Data shown =>
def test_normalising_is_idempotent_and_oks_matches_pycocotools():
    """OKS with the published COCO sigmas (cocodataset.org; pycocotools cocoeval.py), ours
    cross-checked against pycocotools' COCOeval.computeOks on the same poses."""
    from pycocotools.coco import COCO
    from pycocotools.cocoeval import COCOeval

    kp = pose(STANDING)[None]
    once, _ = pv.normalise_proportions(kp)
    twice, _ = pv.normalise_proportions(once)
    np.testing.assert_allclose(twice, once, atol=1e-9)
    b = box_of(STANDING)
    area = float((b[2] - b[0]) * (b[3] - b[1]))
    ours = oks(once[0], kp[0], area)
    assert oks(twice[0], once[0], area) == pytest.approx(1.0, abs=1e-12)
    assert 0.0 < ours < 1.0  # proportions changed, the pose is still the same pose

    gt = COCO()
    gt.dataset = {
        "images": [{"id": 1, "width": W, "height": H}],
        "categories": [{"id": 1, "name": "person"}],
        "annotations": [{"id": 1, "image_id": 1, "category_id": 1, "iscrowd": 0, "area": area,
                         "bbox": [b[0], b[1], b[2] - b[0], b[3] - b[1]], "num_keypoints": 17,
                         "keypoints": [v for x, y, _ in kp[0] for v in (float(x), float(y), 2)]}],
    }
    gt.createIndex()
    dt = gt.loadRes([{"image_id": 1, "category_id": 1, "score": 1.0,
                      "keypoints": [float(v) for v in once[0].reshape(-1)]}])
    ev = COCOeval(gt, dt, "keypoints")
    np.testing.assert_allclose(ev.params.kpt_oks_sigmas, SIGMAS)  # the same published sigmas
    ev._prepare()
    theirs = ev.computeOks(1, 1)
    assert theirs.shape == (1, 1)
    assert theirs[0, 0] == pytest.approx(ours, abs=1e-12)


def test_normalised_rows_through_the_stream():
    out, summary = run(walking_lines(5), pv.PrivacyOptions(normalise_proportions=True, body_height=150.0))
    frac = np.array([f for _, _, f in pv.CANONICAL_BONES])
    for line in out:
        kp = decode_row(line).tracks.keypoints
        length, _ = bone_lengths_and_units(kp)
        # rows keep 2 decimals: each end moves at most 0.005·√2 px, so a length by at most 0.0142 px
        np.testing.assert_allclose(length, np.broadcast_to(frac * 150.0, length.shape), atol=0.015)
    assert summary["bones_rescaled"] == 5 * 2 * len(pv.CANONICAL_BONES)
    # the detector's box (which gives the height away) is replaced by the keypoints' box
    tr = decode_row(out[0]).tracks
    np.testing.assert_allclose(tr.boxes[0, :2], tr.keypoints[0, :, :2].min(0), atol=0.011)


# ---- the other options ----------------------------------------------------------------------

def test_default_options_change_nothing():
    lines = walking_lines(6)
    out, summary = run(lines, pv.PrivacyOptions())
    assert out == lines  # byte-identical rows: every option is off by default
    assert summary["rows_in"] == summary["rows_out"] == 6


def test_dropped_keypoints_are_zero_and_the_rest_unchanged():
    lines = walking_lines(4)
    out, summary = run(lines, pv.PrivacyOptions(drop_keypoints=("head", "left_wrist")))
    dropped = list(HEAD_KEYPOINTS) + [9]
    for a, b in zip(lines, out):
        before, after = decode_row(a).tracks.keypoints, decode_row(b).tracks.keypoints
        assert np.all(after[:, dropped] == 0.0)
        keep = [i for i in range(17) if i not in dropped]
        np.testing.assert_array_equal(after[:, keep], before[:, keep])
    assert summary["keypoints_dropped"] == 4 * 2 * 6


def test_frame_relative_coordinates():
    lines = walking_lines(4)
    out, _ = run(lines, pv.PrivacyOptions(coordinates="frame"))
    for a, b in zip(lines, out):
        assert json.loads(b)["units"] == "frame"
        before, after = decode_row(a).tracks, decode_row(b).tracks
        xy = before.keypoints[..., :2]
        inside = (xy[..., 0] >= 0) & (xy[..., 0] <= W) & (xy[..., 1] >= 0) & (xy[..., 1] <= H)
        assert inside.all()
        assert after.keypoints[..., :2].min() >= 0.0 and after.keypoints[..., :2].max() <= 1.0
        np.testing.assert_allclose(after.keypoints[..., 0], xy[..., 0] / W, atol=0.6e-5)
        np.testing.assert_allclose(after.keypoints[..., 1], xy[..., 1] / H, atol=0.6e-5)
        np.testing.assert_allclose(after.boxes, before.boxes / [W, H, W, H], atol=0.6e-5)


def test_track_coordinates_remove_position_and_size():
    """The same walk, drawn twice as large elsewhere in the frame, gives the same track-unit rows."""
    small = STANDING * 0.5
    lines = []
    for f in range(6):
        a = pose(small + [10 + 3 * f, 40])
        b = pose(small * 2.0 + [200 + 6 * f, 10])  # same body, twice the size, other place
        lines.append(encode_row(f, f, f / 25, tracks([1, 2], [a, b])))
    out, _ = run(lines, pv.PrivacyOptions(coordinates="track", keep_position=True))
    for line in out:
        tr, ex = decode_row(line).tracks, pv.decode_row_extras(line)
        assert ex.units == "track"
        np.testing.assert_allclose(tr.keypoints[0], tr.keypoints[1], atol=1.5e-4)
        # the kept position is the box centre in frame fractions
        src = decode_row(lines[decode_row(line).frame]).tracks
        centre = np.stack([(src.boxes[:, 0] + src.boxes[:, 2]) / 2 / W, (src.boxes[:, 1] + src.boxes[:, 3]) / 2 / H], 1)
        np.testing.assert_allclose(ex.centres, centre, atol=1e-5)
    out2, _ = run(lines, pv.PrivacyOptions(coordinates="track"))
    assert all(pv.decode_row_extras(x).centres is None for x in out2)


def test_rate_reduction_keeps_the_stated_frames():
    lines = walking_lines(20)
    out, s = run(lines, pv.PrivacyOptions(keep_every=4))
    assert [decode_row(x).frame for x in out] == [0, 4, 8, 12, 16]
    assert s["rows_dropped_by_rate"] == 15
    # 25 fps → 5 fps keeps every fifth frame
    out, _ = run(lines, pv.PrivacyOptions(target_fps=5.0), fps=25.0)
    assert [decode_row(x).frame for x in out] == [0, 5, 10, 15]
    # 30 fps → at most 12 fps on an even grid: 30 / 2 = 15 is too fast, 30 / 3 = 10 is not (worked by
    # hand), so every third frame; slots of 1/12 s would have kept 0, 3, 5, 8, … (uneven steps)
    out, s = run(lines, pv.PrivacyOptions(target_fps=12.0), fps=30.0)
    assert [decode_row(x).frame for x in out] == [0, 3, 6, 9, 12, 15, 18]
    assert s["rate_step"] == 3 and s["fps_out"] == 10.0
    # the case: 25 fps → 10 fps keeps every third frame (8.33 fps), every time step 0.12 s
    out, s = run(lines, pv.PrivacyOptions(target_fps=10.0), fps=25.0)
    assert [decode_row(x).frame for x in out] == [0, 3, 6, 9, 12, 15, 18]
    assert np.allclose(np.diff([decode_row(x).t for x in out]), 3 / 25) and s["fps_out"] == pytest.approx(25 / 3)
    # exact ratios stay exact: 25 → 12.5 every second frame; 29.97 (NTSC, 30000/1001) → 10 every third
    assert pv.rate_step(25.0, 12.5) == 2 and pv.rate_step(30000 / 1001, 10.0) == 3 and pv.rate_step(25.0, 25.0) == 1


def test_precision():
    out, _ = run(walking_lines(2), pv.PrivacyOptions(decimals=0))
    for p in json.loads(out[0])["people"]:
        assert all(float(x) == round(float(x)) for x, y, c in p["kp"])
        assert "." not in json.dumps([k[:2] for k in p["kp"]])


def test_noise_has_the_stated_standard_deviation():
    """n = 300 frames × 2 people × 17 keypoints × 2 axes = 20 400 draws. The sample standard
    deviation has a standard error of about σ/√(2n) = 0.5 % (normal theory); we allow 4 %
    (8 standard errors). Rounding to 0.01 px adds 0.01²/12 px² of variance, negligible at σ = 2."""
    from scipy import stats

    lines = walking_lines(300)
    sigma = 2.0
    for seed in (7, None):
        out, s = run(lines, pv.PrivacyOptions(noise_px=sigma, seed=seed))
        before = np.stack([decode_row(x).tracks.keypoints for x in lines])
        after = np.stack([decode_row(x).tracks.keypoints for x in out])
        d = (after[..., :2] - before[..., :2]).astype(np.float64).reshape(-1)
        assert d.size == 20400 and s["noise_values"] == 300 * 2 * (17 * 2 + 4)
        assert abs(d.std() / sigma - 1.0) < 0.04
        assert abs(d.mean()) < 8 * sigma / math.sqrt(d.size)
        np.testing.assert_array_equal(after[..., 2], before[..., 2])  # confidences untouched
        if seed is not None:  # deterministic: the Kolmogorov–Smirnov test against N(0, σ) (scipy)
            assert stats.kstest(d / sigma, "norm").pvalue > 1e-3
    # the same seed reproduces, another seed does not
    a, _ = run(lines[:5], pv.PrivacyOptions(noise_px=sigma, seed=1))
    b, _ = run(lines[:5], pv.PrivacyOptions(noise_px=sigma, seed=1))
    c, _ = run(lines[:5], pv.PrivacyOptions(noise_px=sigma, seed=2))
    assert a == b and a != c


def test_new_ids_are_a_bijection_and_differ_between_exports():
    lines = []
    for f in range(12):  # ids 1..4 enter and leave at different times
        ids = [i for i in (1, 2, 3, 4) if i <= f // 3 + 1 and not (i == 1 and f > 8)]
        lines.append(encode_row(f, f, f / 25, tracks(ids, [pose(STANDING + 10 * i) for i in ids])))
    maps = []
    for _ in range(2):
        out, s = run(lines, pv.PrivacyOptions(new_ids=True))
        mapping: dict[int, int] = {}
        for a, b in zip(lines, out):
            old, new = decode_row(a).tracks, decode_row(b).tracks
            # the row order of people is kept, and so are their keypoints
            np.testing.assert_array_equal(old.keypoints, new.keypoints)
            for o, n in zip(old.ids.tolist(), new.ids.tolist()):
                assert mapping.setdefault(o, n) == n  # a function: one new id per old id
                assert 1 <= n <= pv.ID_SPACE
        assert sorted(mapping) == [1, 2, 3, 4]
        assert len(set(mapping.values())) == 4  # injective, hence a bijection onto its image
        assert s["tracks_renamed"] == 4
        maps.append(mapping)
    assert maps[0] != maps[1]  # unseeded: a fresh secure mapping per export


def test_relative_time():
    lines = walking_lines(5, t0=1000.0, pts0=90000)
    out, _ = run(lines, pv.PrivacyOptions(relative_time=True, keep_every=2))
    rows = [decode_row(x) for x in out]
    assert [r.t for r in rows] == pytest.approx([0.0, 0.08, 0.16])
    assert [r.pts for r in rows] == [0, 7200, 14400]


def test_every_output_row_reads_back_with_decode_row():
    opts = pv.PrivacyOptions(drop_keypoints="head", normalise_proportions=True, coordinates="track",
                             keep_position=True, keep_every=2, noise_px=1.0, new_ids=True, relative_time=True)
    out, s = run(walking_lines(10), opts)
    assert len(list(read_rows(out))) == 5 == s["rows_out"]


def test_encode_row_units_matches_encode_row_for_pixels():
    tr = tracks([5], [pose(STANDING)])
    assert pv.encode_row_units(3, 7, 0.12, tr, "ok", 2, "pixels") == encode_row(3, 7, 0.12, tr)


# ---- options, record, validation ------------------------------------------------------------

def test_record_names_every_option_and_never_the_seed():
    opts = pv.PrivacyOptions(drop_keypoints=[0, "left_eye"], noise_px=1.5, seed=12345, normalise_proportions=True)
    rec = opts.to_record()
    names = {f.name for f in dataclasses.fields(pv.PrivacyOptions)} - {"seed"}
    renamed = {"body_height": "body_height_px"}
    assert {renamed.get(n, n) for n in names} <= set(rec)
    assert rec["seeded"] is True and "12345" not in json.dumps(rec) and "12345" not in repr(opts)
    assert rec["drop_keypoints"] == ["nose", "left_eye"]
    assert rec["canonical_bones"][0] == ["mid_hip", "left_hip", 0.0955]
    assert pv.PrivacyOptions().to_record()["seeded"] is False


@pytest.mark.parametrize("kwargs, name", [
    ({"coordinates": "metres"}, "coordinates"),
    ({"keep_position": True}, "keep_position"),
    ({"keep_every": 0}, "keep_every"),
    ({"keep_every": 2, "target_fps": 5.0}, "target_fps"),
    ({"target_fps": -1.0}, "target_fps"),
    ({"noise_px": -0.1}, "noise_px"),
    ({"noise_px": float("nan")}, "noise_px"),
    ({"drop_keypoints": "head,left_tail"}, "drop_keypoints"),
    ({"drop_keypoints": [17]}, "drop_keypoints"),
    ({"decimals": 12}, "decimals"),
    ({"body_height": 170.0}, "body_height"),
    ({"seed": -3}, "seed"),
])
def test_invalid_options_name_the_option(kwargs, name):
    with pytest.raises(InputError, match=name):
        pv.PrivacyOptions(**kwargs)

Work item =>
Starting at the line above that holds "assert [decode_row(x).frame for x in out] == [0, 5, 10, 15]" and ending at the line that holds "deviation has a", transcribe each line exactly and include no other lines.

Written answer =>
    assert [decode_row(x).frame for x in out] == [0, 5, 10, 15]
    # 30 fps → at most 12 fps on an even grid: 30 / 2 = 15 is too fast, 30 / 3 = 10 is not (worked by
    # hand), so every third frame; slots of 1/12 s would have kept 0, 3, 5, 8, … (uneven steps)
    out, s = run(lines, pv.PrivacyOptions(target_fps=12.0), fps=30.0)
    assert [decode_row(x).frame for x in out] == [0, 3, 6, 9, 12, 15, 18]
    assert s["rate_step"] == 3 and s["fps_out"] == 10.0
    # the case: 25 fps → 10 fps keeps every third frame (8.33 fps), every time step 0.12 s
    out, s = run(lines, pv.PrivacyOptions(target_fps=10.0), fps=25.0)
    assert [decode_row(x).frame for x in out] == [0, 3, 6, 9, 12, 15, 18]
    assert np.allclose(np.diff([decode_row(x).t for x in out]), 3 / 25) and s["fps_out"] == pytest.approx(25 / 3)
    # exact ratios stay exact: 25 → 12.5 every second frame; 29.97 (NTSC, 30000/1001) → 10 every third
    assert pv.rate_step(25.0, 12.5) == 2 and pv.rate_step(30000 / 1001, 10.0) == 3 and pv.rate_step(25.0, 25.0) == 1


def test_precision():
    out, _ = run(walking_lines(2), pv.PrivacyOptions(decimals=0))
    for p in json.loads(out[0])["people"]:
        assert all(float(x) == round(float(x)) for x, y, c in p["kp"])
        assert "." not in json.dumps([k[:2] for k in p["kp"]])


def test_noise_has_the_stated_standard_deviation():
    """n = 300 frames × 2 people × 17 keypoints × 2 axes = 20 400 draws. The sample standard
    deviation has a standard error of about σ/√(2n) = 0.5 % (normal theory); we allow 4 %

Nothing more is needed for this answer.